About this exercise.
In this exercise, reproduce the whole listing exactly.

Exercise inputs.

+---+

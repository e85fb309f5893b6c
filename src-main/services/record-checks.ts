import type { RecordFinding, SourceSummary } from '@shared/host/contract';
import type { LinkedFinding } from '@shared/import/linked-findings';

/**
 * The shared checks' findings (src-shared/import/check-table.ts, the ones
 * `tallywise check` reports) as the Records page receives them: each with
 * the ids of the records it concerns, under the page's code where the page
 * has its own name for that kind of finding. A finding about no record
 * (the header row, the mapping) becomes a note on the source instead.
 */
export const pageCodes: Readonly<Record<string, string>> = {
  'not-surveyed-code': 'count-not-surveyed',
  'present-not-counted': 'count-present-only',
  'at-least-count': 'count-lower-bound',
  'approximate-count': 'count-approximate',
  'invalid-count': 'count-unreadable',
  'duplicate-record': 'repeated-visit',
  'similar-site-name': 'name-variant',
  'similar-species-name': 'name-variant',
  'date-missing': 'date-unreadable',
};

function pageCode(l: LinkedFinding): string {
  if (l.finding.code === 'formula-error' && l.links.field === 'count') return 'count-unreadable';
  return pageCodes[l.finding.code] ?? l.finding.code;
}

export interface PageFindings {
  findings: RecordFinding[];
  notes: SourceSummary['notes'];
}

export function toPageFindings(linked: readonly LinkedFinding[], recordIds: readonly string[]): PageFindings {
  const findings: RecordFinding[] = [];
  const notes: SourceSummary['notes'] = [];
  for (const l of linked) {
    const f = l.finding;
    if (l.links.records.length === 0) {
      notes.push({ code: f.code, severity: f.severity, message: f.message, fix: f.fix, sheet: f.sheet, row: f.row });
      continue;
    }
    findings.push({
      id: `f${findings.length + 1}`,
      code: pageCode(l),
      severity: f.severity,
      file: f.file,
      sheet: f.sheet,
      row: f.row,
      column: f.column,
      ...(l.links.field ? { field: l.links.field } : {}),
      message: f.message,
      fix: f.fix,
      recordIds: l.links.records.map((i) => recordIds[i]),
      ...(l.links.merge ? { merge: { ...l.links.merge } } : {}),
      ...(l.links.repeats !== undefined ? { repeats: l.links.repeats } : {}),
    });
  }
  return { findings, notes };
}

+---+

Response to the task.
repository e85fb309f5893b6c
filename src-main/services/record-checks.ts
import type { RecordFinding, SourceSummary } from '@shared/host/contract';
import type { LinkedFinding } from '@shared/import/linked-findings';

/**
 * The shared checks' findings (src-shared/import/check-table.ts, the ones
 * `tallywise check` reports) as the Records page receives them: each with
 * the ids of the records it concerns, under the page's code where the page
 * has its own name for that kind of finding. A finding about no record
 * (the header row, the mapping) becomes a note on the source instead.
 */
export const pageCodes: Readonly<Record<string, string>> = {
  'not-surveyed-code': 'count-not-surveyed',
  'present-not-counted': 'count-present-only',
  'at-least-count': 'count-lower-bound',
  'approximate-count': 'count-approximate',
  'invalid-count': 'count-unreadable',
  'duplicate-record': 'repeated-visit',
  'similar-site-name': 'name-variant',
  'similar-species-name': 'name-variant',
  'date-missing': 'date-unreadable',
};

function pageCode(l: LinkedFinding): string {
  if (l.finding.code === 'formula-error' && l.links.field === 'count') return 'count-unreadable';
  return pageCodes[l.finding.code] ?? l.finding.code;
}

export interface PageFindings {
  findings: RecordFinding[];
  notes: SourceSummary['notes'];
}

export function toPageFindings(linked: readonly LinkedFinding[], recordIds: readonly string[]): PageFindings {
  const findings: RecordFinding[] = [];
  const notes: SourceSummary['notes'] = [];
  for (const l of linked) {
    const f = l.finding;
    if (l.links.records.length === 0) {
      notes.push({ code: f.code, severity: f.severity, message: f.message, fix: f.fix, sheet: f.sheet, row: f.row });
      continue;
    }
    findings.push({
      id: `f${findings.length + 1}`,
      code: pageCode(l),
      severity: f.severity,
      file: f.file,
      sheet: f.sheet,
      row: f.row,
      column: f.column,
      ...(l.links.field ? { field: l.links.field } : {}),
      message: f.message,
      fix: f.fix,
      recordIds: l.links.records.map((i) => recordIds[i]),
      ...(l.links.merge ? { merge: { ...l.links.merge } } : {}),
      ...(l.links.repeats !== undefined ? { repeats: l.links.repeats } : {}),
    });
  }
  return { findings, notes };
}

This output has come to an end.